PROVIDED MATERIAL:
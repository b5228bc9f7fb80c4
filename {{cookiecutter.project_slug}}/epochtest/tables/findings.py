"""Tables of what was found: one row per claim, and the nulls behind each p-value."""

from __future__ import annotations

from collections.abc import Sequence
from typing import TYPE_CHECKING

import pandas as pd

from epochtest.study.results import CAUTION, ClaimResult
from epochtest.study.sky_results import ForcingResult, RecurrenceResult
from epochtest.tables import numbers
from epochtest.tables.html import NUMERIC, numeric

if TYPE_CHECKING:
    from rich.table import Table

_FINDINGS = (
    "Claim", "Finding", "p", "Rate ratio", "Exact interval", "Inflated interval",
    "Detectable", "Epochs", "Coverage", "Hits / expected",
)  # fmt: skip
_TERMINAL = (
    "Finding", "p", "Rate ratio", "Inflated interval", "Detectable", "Hits / expected",
)  # fmt: skip
_NARROW_TERMINAL = ("Finding", "p", "Rate ratio", "Detectable")
WIDE_TERMINAL = 110
"""Columns of a terminal from which every number fits beside a claim's id."""
_NULLS = (
    "Claim", "Null", "Shifts", "Effective shifts", "Hits", "Mean", "SD", "Inflation", "p",
)  # fmt: skip


def findings_table(results: Sequence[ClaimResult]) -> pd.DataFrame:
    """The top of the report: one row of text per claim, in the order given.

    "p" is the p-value that decided, paid for all claims of the study. The exact interval
    treats earthquakes as independent; the inflated one is widened by the null's own variance.
    "Detectable" pays for the family too: it is the ratio that the decision would have found.
    """
    rows = [
        (
            result.test.claim.title,
            result.finding,
            numbers.p_value(result.family.p_used),
            numbers.ratio(result.test.effect.rate_ratio),
            numbers.interval(result.test.effect.exact_interval),
            numbers.interval(result.test.effect.inflated_interval),
            numbers.ratio(result.test.effect.detectable_ratio_family),
            numbers.count(result.test.n_epochs),
            numbers.percent(result.test.coverage),
            f"{numbers.count(result.test.hits)} / {numbers.decimal(result.test.expected)}",
        )
        for result in results
    ]
    return numeric(pd.DataFrame(rows, columns=list(_FINDINGS), dtype=object), *_FINDINGS[2:])


def nulls_table(results: Sequence[ClaimResult]) -> pd.DataFrame:
    """Every null of every claim: what chance alone gives, and the p-value before adjustment."""
    rows = [
        (
            result.test.claim.title,
            null.name,
            numbers.count(null.shifts),
            numbers.decimal(null.effective_shifts, 0),
            numbers.count(null.observed),
            numbers.decimal(null.mean),
            numbers.decimal(null.sd),
            numbers.ratio(null.inflation),
            numbers.p_value(null.p),
        )
        for result in results
        for null in result.test.nulls
    ]
    return numeric(pd.DataFrame(rows, columns=list(_NULLS), dtype=object), *_NULLS[2:])


def findings_text(results: Sequence[ClaimResult], width: int) -> Table:
    """The findings for a terminal of ``width`` columns, and the caution below them."""
    from rich.table import Table
    from rich.text import Text

    table = Table(caption=CAUTION, caption_justify="left")
    frame = findings_table(results)
    table.add_column("Claim", overflow="fold")
    shown = _TERMINAL if width >= WIDE_TERMINAL else _NARROW_TERMINAL
    for name in shown:
        right = name in frame.attrs[NUMERIC]
        table.add_column(name, justify="right" if right else "left", no_wrap=True)
    for result, row in zip(results, frame[list(shown)].itertuples(index=False), strict=True):
        table.add_row(Text(result.test.claim.id), *(Text(cell) for cell in row))
    return table


def findings_numbers(
    results: Sequence[ClaimResult], sky_results: Sequence[RecurrenceResult | ForcingResult] = ()
) -> pd.DataFrame:
    """The findings as plain numbers for other programs: one row per claim, unbounded is blank."""
    rows: list[dict[str, object]] = []
    for result in results:
        test, effect = result.test, result.test.effect
        rows.append(
            {
                "claim": test.claim.id,
                "kind": test.claim.kind,
                "finding": result.finding,
                "p_used": result.family.p_used,
                "p_maxt": result.family.p_maxt,
                "p_holm": result.family.p_holm,
                **{f"p_{null.name}": null.p for null in test.nulls},
                "p_binomial_for_comparison": test.binomial_p,
                "rate_ratio": effect.rate_ratio,
                "exact_low": effect.exact_interval[0],
                "exact_high": effect.exact_interval[1],
                "inflated_low": effect.inflated_interval[0],
                "inflated_high": effect.inflated_interval[1],
                "detectable_ratio": effect.detectable_ratio,
                "detectable_ratio_family": effect.detectable_ratio_family,
                "earthquakes": test.n_earthquakes,
                "epochs": test.n_epochs,
                "coverage": test.coverage,
                "hits": test.hits,
                "expected": test.expected,
            }
        )
    rows += [
        {"claim": result.claim.id, "kind": result.claim.kind, "finding": result.finding}
        for result in sky_results
    ]
    return pd.DataFrame(rows)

TASK: Every line of the records above where the string "ForcingResult" is found should be copied.

RESULT FOR THIS EXERCISE:
from epochtest.study.sky_results import ForcingResult, RecurrenceResult
    results: Sequence[ClaimResult], sky_results: Sequence[RecurrenceResult | ForcingResult] = ()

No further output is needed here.